Nem todos os pacientes precisam fazer radiografias. No entanto, as radiografias anteroposterior, lateral e oblíqua costumam ser feitas para excluir as fraturas. As regras de joelho de Ottawa são usadas para restringir as radiografias aos pacientes com probabilidade de fraturas que exijam tratamentos específicos. As radiografias só devem ser feitas se um dos seguintes estiver presente:

  • Idade > 55 anos

  • Dor à palpação isolada da patela (sem nenhuma outra sensibilidade óssea no joelho)

  • Dor à palpação da cabeça da fíbula

  • Incapacidade de flexionar o joelho a 90°

  • Incapacidade de suportar peso logo depois da lesão e no departamento de emergência de dar 4 passos (com ou sem mancar)

Em geral, a RM não é necessária na avaliação inicial. Uma abordagem razoável é fazer uma RM se os sintomas não desaparecerem após algumas semanas de tratamento conservador. No entanto, a RM costuma ser feita quando há suspeita de lesão grave ou lesão intra-articular significativa que, do contrário, não pode ser excluída.

Pode-se fazer outros testes para verificar lesões relacionadas:

  • Arteriografia ou angiografia por TC para verificar suspeita de lesões arteriais.

  • Eletromiografia e/ou exames de condução de nervos, que são feitos imediatamente, mas, mais tipicamente, quando os sintomas nervosos persistem por semanas a meses após a lesão

Referências sobre diagnóstico

  • 1. Rayan F, Bhonsle S, Shukla DD: Clinical, MRI, and arthroscopic correlation in meniscal and anterior cruciate ligament injuries. Int Orthop 2009 33 (1):129–132, 2009. doi: 10.1007/s00264-008-0520-4.

  • 2. Benjaminse A, Gokeler A, van der Schans CP: Clinical diagnosis of an anterior cruciate ligament rupture: A meta-analysis. J Orthop Sports Phys Ther 36 (5):267–288, 2006.

Tratamento

  • Entorses leves: proteção, repouso, gelo, compressão e elevação (PRGCE) com imobilização precoce

  • Lesões graves: colocação de talas ou imobilizador de joelho e encaminhamento a um cirurgião ortopedista para reparo cirúrgico

A drenagem de grandes derrames (ver figura Artrocentese do joelho) pode diminuir a dor e o espasmo muscular. Contraindicações para a artrocentese do joelho incluem anticoagulação e celulite no joelho afetado.

A maioria das lesões de 1º grau e lesões moderadas de 2º grau podem ser inicialmente tratadas com terapia PRGCE, incluindo imobilização do joelho a 20° de flexão com imobilizador ou tala de joelho disponível comercialmente.
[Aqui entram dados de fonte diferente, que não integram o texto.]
//! The one configuration value an instrument needs: sensor, map, mode, air and tube profile.
use crate::calibrate::WavelengthMap;
use crate::condition::ConditionConfig;
use crate::find::FindConfig;
use crate::judge::{Mode, TubeProfile};
use crate::predict::Air;

/// A stored instrument map (factory or last calibration) with its stated uncertainty.
#[derive(Clone, Copy, Debug, PartialEq, Eq)]
#[cfg_attr(feature = "defmt", derive(defmt::Format))]
pub struct StoredMap {
    /// The map.
    pub map: WavelengthMap,
    /// 1-σ uncertainty of its wavelengths, femtometres (taken as common to all pixels).
    pub sigma_fm: u32,
}

/// Everything a check needs besides the frame.
#[derive(Clone, Debug, PartialEq, Eq)]
#[cfg_attr(feature = "defmt", derive(defmt::Format))]
pub struct Config {
    /// Sensor pixel count (16 … 4096).
    pub pixels: u16,
    /// Frame conditioning (ADC full scale, exposure, bad pixels …).
    pub condition: ConditionConfig,
    /// Peak finding.
    pub find: FindConfig,
    /// Stored map: the reference in verify mode, the starting point in calibrate mode, and what drift
    /// is measured against. Blind calibration ignores it except for drift and the sensor's range.
    pub stored: StoredMap,
    /// How the map of a check is obtained.
    pub mode: Mode,
    /// Degree of a fitted map, 1…3.
    pub degree: u8,
    /// Medium of the wavelengths (the instrument's; normally [`Air::Standard`] or measured air).
    pub air: Air,
    /// Instrument line width, px (Q8): merges unresolved lines and shapes the isotope pair fit.
    pub line_fwhm_px_q8: u16,
    /// Acceptance rules.
    pub profile: TubeProfile,
}
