//! Caller-owned memory for one check: no heap, and the caller decides where it lives.
use super::pipeline::MapInUse;
use crate::calibrate::IdentifyWork;
use crate::condition::MAX_PIXELS;
use crate::find::{FindWork, PeakList, SCRATCH_PER_PIXEL};
use crate::matching::assign::Pair;
use crate::matching::feature::{Feature, MAX_FEATURES};
use crate::matching::isotope::BlendReading;
use heapless::Vec;

/// Borrowed buffers for a frame of N pixels: `frame` and `flags` of N, `scratch` of 2N.
pub struct Workspace<'a> {
    /// Conditioned frame (Q4 counts).
    pub frame: &'a mut [i32],
    /// Per-pixel condition flags.
    pub flags: &'a mut [u8],
    /// Peak-finding scratch; its first N cells hold the baseline afterwards.
    pub scratch: &'a mut [i32],
    /// The frame's peaks (2 KiB), kept here rather than on the stack of a small core.
    pub peaks: &'a mut PeakList,
    /// Peak finding's tables (≈ 8 KiB), for the same reason.
    pub find: &'a mut FindWork,
    /// Calibration and matching's tables (≈ 8 KiB), for the same reason.
    pub matching: &'a mut MatchWork,
}

/// What calibration and matching keep for one check (the features, 1.6 KiB; the map in use with its
/// fit and the lines' pixels, ≈ 700 B; identification's tables, ≈ 5 KiB; the pairs and isotope
/// readings, ≈ 0.9 KiB); nothing carries over to the next frame.
pub struct MatchWork {
    pub(super) features: Vec<Feature, MAX_FEATURES>,
    pub(super) map: MapInUse,
    pub(super) identify: IdentifyWork,
    /// Feature–peak pairs, from matching to judging.
    pub(super) pairs: Vec<Pair, MAX_PAIRS>,
    /// Blended isotope pairs' positions, for the share by position (0.8 KiB).
    pub(super) readings: Vec<BlendReading, MAX_READINGS>,
    /// Each feature's (line, feature) match windows, px Q16.
    pub(super) windows: Vec<(i32, i32), MAX_FEATURES>,
}

/// Most feature–peak pairs one check keeps (one per feature).
pub(super) const MAX_PAIRS: usize = MAX_FEATURES;
/// Most blended isotope pairs read for the share by position.
pub(super) const MAX_READINGS: usize = 24;

impl MatchWork {
    /// Empty (a `const`, so a `static` can hold it).
    pub const fn new() -> Self {
        Self {
            features: Vec::new(),
            map: MapInUse::EMPTY,
            identify: IdentifyWork::new(),
            pairs: Vec::new(),
            readings: Vec::new(),
            windows: Vec::new(),
        }
    }
}

impl Default for MatchWork {
    fn default() -> Self {
        Self::new()
    }
}

/// Owned buffers for frames up to `N` pixels (13 N bytes + 2 KiB of peaks + ≈ 15 KiB of tables):
/// put one in a `static` on a microcontroller.
pub struct Buffers<const N: usize> {
    frame: [i32; N],
    flags: [u8; N],
    scratch: [[i32; SCRATCH_PER_PIXEL]; N],
    peaks: PeakList,
    find: FindWork,
    matching: MatchWork,
}

impl<const N: usize> Buffers<N> {
    /// Zeroed buffers. `N` above [`MAX_PIXELS`] is refused at compile time.
    pub const fn new() -> Self {
        const {
            assert!(
                N <= MAX_PIXELS,
                "glowcheck frames are at most MAX_PIXELS long"
            )
        };
        Buffers {
            frame: [0; N],
            flags: [0; N],
            scratch: [[0; SCRATCH_PER_PIXEL]; N],
            peaks: PeakList::new(),
            find: FindWork::new(),
            matching: MatchWork::new(),
        }
    }

    /// A workspace for a frame of `pixels` ≤ N pixels (clamped to N).
    pub fn workspace(&mut self, pixels: usize) -> Workspace<'_> {
        let n = pixels.min(N);
        let scratch = self.scratch.as_flattened_mut();
        Workspace {
            frame: self.frame.get_mut(..n).unwrap_or_default(),
            flags: self.flags.get_mut(..n).unwrap_or_default(),
            scratch: scratch.get_mut(..SCRATCH_PER_PIXEL * n).unwrap_or_default(),
            peaks: &mut self.peaks,
            find: &mut self.find,
            matching: &mut self.matching,
        }
    }
}

impl<const N: usize> Default for Buffers<N> {
    fn default() -> Self {
        Self::new()
    }
}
Exercícios precoces de amplitude do movimento costumam ser incentivados.

Estiramentos graves de 2º grau e a maioria dos de 3º grau necessitam de gesso por 6 semanas.

Algumas lesões de 3º grau dos ligamentos colateral médio e anterior cruzado e do menisco requerem reparo por artroscopia cirúrgica. Os pacientes com lesões graves são encaminhados para um cirurgião ortopedista para reparo cirúrgico.

As lesões do menisco variam muito em termos de características e tratamento. É mais provável que as rupturas extensas, complexas ou verticais e as lesões que resultam em derrames persistentes ou sintomas incapacitantes exijam cirurgia. A preferência do paciente pode influenciar a escolha do tratamento.

A fisioterapia pode ser útil, dependendo do paciente e do tipo de lesão.

Pontos-chave

  • Teste de estresse (em geral, feito dias após a lesão) é necessário para diferenciar as rupturas de ligamentos parciais das completas e é mais sensível que RM.

  • Considerar lesão do ligamento cruzado anterior e de outras estruturas intra-articulares se os pacientes tiverem derrame após uma lesão.

  • Considerar entorse do joelho e lesão da artéria poplítea se os pacientes tiverem hemartrose extensa, instabilidade grave, ou ambas.

  • Se os pacientes têm dor e efusão no joelho, testar a extensão do joelho para verificar ruptura do mecanismo extensor (p. ex., ruptura do músculo quadríceps ou tendão patelar, fratura da patela ou tubérculo tibial).

  • Fazer RM se os sintomas não desaparecerem após algumas semanas de tratamento conservador ou, possivelmente, quando há suspeita de lesão grave ou lesão significativa intra-articular ou uma que do contrário não pode ser excluída.